- [What you have to do] From the entries below, retype only the lines from the one with "life.assertRunning();" through the one with "writes go through", exactly as written.

- [Extracted entries]
────────
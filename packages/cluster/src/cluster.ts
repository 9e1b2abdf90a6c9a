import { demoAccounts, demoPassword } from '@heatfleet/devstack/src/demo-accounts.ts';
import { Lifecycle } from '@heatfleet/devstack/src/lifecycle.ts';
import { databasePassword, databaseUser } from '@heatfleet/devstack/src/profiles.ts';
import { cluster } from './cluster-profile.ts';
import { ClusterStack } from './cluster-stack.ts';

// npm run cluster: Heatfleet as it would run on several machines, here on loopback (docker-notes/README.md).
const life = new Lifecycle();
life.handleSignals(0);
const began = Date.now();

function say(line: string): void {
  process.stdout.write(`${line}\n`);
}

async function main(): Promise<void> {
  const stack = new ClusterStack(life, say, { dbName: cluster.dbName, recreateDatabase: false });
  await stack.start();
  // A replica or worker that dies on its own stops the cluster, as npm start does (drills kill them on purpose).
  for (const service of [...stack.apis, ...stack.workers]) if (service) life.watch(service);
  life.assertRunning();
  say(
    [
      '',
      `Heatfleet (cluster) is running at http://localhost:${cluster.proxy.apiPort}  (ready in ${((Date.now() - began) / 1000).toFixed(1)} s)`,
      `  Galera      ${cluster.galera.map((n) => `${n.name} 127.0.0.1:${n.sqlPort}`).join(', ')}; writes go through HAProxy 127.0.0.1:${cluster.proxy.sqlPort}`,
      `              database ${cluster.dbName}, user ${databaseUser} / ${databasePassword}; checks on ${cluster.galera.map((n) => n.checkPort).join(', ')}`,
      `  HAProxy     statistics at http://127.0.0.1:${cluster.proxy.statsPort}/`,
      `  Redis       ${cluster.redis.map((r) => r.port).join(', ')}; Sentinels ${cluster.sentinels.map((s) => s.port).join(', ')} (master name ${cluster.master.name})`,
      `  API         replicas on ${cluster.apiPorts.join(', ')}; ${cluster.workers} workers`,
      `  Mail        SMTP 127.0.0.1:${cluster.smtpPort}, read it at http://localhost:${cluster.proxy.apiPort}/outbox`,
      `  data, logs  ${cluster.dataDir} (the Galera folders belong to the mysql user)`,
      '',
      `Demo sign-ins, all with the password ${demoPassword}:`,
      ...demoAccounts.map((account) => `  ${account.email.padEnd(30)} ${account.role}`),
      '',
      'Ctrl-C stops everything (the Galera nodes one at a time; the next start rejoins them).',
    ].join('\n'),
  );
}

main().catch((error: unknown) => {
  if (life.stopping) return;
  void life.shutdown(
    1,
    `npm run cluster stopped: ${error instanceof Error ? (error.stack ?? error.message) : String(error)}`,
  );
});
────────
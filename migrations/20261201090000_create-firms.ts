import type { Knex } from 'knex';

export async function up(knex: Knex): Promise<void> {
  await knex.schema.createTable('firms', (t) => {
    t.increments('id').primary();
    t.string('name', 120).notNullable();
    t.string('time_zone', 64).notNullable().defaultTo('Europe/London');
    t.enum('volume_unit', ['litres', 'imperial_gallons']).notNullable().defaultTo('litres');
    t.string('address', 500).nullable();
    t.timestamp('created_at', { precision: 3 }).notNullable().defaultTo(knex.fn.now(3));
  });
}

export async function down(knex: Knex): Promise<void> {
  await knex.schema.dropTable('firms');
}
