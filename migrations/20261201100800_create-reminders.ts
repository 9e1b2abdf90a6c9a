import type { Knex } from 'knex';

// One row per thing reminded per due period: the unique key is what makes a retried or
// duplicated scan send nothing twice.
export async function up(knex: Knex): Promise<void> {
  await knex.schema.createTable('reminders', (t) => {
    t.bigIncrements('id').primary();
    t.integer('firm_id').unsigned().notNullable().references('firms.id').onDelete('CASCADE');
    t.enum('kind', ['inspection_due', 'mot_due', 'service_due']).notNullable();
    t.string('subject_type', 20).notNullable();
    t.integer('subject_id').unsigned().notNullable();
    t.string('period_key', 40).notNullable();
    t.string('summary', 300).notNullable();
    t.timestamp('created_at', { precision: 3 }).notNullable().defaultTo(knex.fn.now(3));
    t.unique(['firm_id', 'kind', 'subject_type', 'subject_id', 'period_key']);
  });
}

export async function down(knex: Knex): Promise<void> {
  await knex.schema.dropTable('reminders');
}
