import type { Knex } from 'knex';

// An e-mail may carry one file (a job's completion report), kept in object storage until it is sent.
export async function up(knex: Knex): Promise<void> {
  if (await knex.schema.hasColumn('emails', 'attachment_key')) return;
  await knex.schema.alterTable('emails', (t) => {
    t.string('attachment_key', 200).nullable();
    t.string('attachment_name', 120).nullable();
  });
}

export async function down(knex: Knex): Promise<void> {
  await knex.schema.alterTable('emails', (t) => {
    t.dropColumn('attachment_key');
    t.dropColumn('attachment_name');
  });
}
────────
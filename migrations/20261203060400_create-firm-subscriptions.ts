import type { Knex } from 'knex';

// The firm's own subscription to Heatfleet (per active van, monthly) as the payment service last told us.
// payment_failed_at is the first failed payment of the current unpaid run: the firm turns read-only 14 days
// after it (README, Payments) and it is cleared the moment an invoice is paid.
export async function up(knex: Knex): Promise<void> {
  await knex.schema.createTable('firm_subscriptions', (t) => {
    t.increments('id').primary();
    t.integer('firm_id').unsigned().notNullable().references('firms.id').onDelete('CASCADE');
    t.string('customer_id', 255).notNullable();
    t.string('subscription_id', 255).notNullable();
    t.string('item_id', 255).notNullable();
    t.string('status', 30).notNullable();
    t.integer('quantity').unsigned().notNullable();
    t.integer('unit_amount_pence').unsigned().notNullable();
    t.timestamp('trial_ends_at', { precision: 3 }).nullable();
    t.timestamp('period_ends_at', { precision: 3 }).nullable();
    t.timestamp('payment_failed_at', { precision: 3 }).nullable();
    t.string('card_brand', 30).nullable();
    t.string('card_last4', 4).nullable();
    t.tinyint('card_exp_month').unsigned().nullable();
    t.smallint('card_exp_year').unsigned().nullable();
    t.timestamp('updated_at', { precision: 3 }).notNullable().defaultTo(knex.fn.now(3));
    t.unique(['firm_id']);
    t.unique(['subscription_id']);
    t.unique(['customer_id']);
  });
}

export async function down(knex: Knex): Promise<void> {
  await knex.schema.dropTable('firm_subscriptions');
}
────────
- [Exercise result]
  life.assertRunning();
  say(
    [
      '',
      `Heatfleet (cluster) is running at http://localhost:${cluster.proxy.apiPort}  (ready in ${((Date.now() - began) / 1000).toFixed(1)} s)`,
      `  Galera      ${cluster.galera.map((n) => `${n.name} 127.0.0.1:${n.sqlPort}`).join(', ')}; writes go through HAProxy 127.0.0.1:${cluster.proxy.sqlPort}`,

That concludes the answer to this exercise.